The spanning set of ker(A) obtained from the RREF of [A|0] (or the set of basic solutions of Ax = 0) is a basis for ker(A).
Define rank-nullity theorem.
Let A be a m × n matrix. The dimension of ker(A) is equal to the number of non-leading variables in [A|0], or
dim (ker(A)) + rank(A) = n (or # columns of A)
Describe the relationship between solving inhomogeneous systems and kernel.
Suppose Ax = b is a consistent linear system. Then,
1. If x=v is a solution to Ax=b and x=u is any
solution to Ax=0, then u+v is a solution to Ax=b.
2. If v and w are two particular solutions to Ax=b, then x=w−v is a solution to Ax = 0, or x=w−v belongs to ker(A).
What are 3 facts of linear combinations relevant here?
- If Ax = 0 has a unique solution, so does any consistent Ax = b,
- If Ax = 0 has infinitely many solutions with k parameters in the general solution, then any consistent Ax = b will also have infinitely many solutions with k parameters in the general solution,
- If b ∈/ Col(A), then Ax = b is inconsistent.
Give a Summary of Consistency of Linear Systems
Suppose A is a m × n matrix.

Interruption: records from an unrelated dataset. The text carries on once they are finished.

"""The order in a reactant from runs at different starting concentrations.

Two ways: the slope of ln(initial rate) against ln(concentration), and a time-normalised
comparison, in which the time axis of each run is replaced by ∫ c^n dt and the order n sought that
lays the curves of all runs over each other (J. Burés, Angew. Chem. Int. Ed. 55 (2016) 2028 and
16084). The second uses the whole curves and needs no law.
"""

from collections.abc import Sequence
from dataclasses import dataclass
from math import nan

import numpy as np
from scipy.optimize import brentq, minimize_scalar
from scipy.stats import t as student

from kinetics.errors import InputError
from kinetics.rates.across import straight_line
from kinetics.rates.fitting import Quantity
from kinetics.rates.series import Float64

_RANGE = (-2.0, 4.0)
_DEGREE = 5
_FINE = 400  # steps of the interpolated concentration


@dataclass(frozen=True, slots=True)
class InitialRate:
    """Rate of a run at its start, and the concentration it is set against.

    Attributes
    ----------
    run
        Name.
    concentration
        Of the reactant whose order is sought, mol/L.
    rate, standard_error
        mol/(L s).
    """

    run: str
    concentration: float
    rate: float
    standard_error: float


def order_from_initial_rates(rates: Sequence[InitialRate], confidence: float = 0.95) -> Quantity:
    """Return the order in a reactant with its interval; what else differs is not allowed for.

    Raises
    ------
    InputError
        If there are fewer than two concentrations, or a value is not positive.

    Examples
    --------
    >>> runs = [InitialRate(str(c), c, 2e-4 * c**2, 2e-6 * c**2) for c in (0.1, 0.2, 0.4)]
    >>> round(order_from_initial_rates(runs).value, 6)
    2.0
    """
    for r in rates:
        if not (r.concentration > 0 and r.rate > 0):
            raise InputError(f"{r.run}: concentration and initial rate must be positive")
    x = np.log([r.concentration for r in rates])
    if len(rates) < 2 or float(np.ptp(x)) < 1e-6:
        raise InputError("an order needs runs at two concentrations at least")
    variances = np.array([(r.standard_error / r.rate) ** 2 for r in rates])
    design = np.c_[np.ones(x.size), x - x.mean()]
    line = straight_line(design, np.log([r.rate for r in rates]), variances, confidence)
    return line.interval(0.0, 1.0)


@dataclass(frozen=True, slots=True, eq=False)
class Course:
    """What a time-normalised comparison needs of a run.

    Attributes
    ----------
    run
        Name.
    time_s
        Shape (n,), ascending.
    concentration
        Of the reactant whose order is sought, mol/L, shape (n,); a constant for a catalyst.
    formed
        Amount turned over (product formed, or reactant gone), mol/L, shape (n,).
    """

    run: str
    time_s: Float64
    concentration: Float64
    formed: Float64


@dataclass(frozen=True, slots=True, eq=False)
class Overlay:
    """Order that lays the runs over each other.

    Attributes
    ----------
    order
        With interval; nan on a side where the curves overlay as well out to the end of the range.
    residual_sd
        Scatter about the common curve, mol/L.
    times
        The normalised time of each run at the best order, as plotted, shape (n,) each.
    """

    order: Quantity
    residual_sd: float
    times: tuple[Float64, ...]


def time_normalised_order(courses: Sequence[Course], confidence: float = 0.95) -> Overlay:
    """Find the order in a reactant at which the runs fall on one curve.

    The common curve is a polynomial of fifth degree through all points; the interval ends where
    its sum of squares has grown by t² residual variances.

    Raises
    ------
    InputError
        If there are fewer than two runs, too few points, or a concentration is not positive.
    """
    if len(courses) < 2:
        raise InputError("a time-normalised comparison needs two runs at least")
    count = sum(c.time_s.size for c in courses)
    dof = count - _DEGREE - 2
    if dof < 4:
        raise InputError(f"{count} points are too few for a time-normalised comparison")
    for c in courses:
        if not np.all(c.concentration > 0):
            raise InputError(
                f"{c.run}: concentrations must be positive; cut the run before its end"
            )
    formed = np.concatenate([c.formed for c in courses])
    typical = float(np.exp(np.mean([np.log(c.concentration).mean() for c in courses])))

    def cost(order: float) -> float:
        times = np.concatenate([normalised_time(c, order, typical) for c in courses])
        return _scatter(times, formed)

    grid = np.linspace(*_RANGE, 61)
    start = int(np.argmin([cost(n) for n in grid]))
    low, high = grid[max(start - 1, 0)], grid[min(start + 1, grid.size - 1)]
    best = float(minimize_scalar(cost, bounds=(low, high), method="bounded").x)
    least = cost(best)
    variance = least / dof
    goal = least + float(student.ppf(0.5 + confidence / 2, dof)) ** 2 * variance

    def end(sign: float) -> float:
        inside = best
        for far in np.arange(0.05, _RANGE[1] - _RANGE[0], 0.05):
            here = best + sign * far
            if not _RANGE[0] <= here <= _RANGE[1]:
                return nan
            if cost(here) > goal:
                return float(brentq(lambda n: cost(n) - goal, inside, here, xtol=1e-6))
            inside = here
        return nan

    times = tuple(normalised_time(c, best, typical) for c in courses)
    return Overlay(Quantity(best, end(-1.0), end(1.0)), float(np.sqrt(variance)), times)


def normalised_time(course: Course, order: float, typical: float = 1.0) -> Float64:
    """Return ∫ (c/typical)^order dt from the run's start, shape (n,)."""
    fine = np.union1d(np.linspace(0.0, float(course.time_s[-1]), _FINE), course.time_s)
    c = np.interp(fine, course.time_s, np.log(course.concentration / typical))
    rate = np.exp(order * c)
    steps = 0.5 * (rate[1:] + rate[:-1]) * np.diff(fine)
    total = np.concatenate(([0.0], np.cumsum(steps)))
    return np.asarray(np.interp(course.time_s, fine, total), np.float64)


def _scatter(times: Float64, formed: Float64) -> float:
    """Sum of squares about the common curve."""
    scaled = 2 * times / float(times.max()) - 1
    basis = np.polynomial.chebyshev.chebvander(scaled, _DEGREE)
    rest = formed - basis @ np.linalg.lstsq(basis, formed, rcond=None)[0]
    return float(rest @ rest)
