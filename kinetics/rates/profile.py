"""Profile-likelihood intervals, calibrated by Student's t.

For a trial value of one parameter all others are fitted again; the interval ends where the sum of
squares has grown by t² residual variances (Bates & Watts, Nonlinear Regression Analysis, 1988,
chapter 6). Where it never grows that much the data do not bound the parameter on that side.
"""

from dataclasses import dataclass

import numpy as np
from scipy.stats import t as student

from kinetics.rates.estimate import Estimate, Problem
from kinetics.rates.series import Float64

# Searched this many standard errors away, and to a factor e^7 ≈ 1000 for a rate constant.
_FARTHEST_SE = 60.0
_FARTHEST_LOG = 7.0
_CLOSE = 1e-6  # relative, of the t-scaled distance


@dataclass(frozen=True, slots=True, eq=False)
class Profile:
    """Interval of one parameter, and the curve behind it.

    Attributes
    ----------
    low, high
        Ends in the parameter's own unit; nan on a side that the data do not bound.
    values
        Trial values, ascending, shape (q,).
    deltas
        Signed root of the growth of the sum of squares over the residual variance, shape (q,):
        ±t at the ends of the interval.
    """

    low: float
    high: float
    values: Float64
    deltas: Float64


def profile(problem: Problem, found: Estimate, index: int, confidence: float) -> Profile:
    """Profile one parameter.

    Parameters
    ----------
    problem, found
        The problem and its minimum.
    index
        Which parameter.
    confidence
        Two-sided, e.g. 0.95.
    """
    goal = float(student.ppf(0.5 + confidence / 2, found.dof))
    points = [(float(found.x[index]), 0.0)]
    ends = [_end(problem, found, index, sign, goal, points) for sign in (-1.0, 1.0)]
    points.sort()
    raw = np.array([p[0] for p in points])
    natural = np.array([_natural(problem, found.x, index, v) for v in raw])
    low, high = (float("nan") if e is None else _natural(problem, found.x, index, e) for e in ends)
    return Profile(low, high, natural, np.array([p[1] for p in points]))


def _natural(problem: Problem, x: Float64, index: int, value: float) -> float:
    moved = np.array(x)
    moved[index] = value
    return float(problem.model.to_natural(moved)[index])


def _end(
    problem: Problem,
    found: Estimate,
    index: int,
    sign: float,
    goal: float,
    points: list[tuple[float, float]],
) -> float | None:
    """Find where the signed root reaches the goal on one side; None if it never does."""
    centre = float(found.x[index])
    error = float(np.sqrt(found.covariance[index, index]))
    farthest = _FARTHEST_SE * goal * error if np.isfinite(error) else np.inf
    if problem.model.is_log(index):
        farthest = min(farthest, _FARTHEST_LOG) if np.isfinite(farthest) else _FARTHEST_LOG
    if not np.isfinite(farthest) or farthest <= 0:
        return None
    warm = np.array(found.x)
    inside, outside = (0.0, 0.0), None
    step = min(goal * error, 0.5 * farthest)
    for _ in range(40):
        distance = min(step, farthest)
        warm[index] = centre + sign * distance
        others = _tangent(found, index, sign * distance) if outside is None else None
        begin = warm if others is None else others
        moved, cost = problem.search(begin, found.whitener, fixed=index, tolerance=1e-10)
        warm = np.array(moved)
        root = float(np.sqrt(max(cost - found.chi2, 0.0) / found.scale))
        points.append((centre + sign * distance, sign * root))
        if abs(root - goal) <= _CLOSE * goal:
            return centre + sign * distance
        if root < goal:
            inside = (distance, root)
        else:
            outside = (distance, root)
        if outside is None:
            if distance >= farthest:
                return None
            growth = goal / root if root > 0.05 * goal else 3.0
            step = distance * float(np.clip(1.02 * growth, 1.05, 3.0))
        else:
            share = (goal - inside[1]) / (outside[1] - inside[1])
            # The root is nearly straight in the parameter; stay off the ends to keep the
            # bracket shrinking from both sides.
            share = float(np.clip(share, 0.02, 0.98))
            step = inside[0] + share * (outside[0] - inside[0])
            if outside[0] - inside[0] < 1e-9 * outside[0]:
                return centre + sign * step
    return centre + sign * step


def _tangent(found: Estimate, index: int, move: float) -> Float64:
    """Start the others where the quadratic about the minimum puts them."""
    column = found.covariance[:, index]
    variance = column[index]
    out = np.array(found.x)
    if variance > 0:
        out = out + column / variance * move
    out[index] = found.x[index] + move
    return out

The linear system Ax = b is consistent if and only if
- b is a linear combination of the columns of A,
- or b ∈ Col(A),
- or rank(A) = rank([A|b])
The system Ax = b is consistent for all b ∈ R
m if and only if: (5)
- Every b ∈ R^m is a linear combination of the columns of A, or
- there are no zero rows in the RREF of A, or
- Col(A) = R^m, or
- dim(Col(A)) = m, or
- rank(A) = m.
A consistent system Ax = b has a unique solution ⇔ (7)
- Every variable is a leading variable, or
- there is leading 1 in every column of the RREF of A, or
- Ax = 0 has a unique solution, or
- the columns of A are Linearly Independent, or
- ker(A) = {0}, or
- dim(ker(A)) = 0, or
- rank(A) = n.
What are 2 ways to describe a subspace W of R^n?
- W = ker(A), for some m×n matrix A,
2. W = Span{u1, · · · , um}.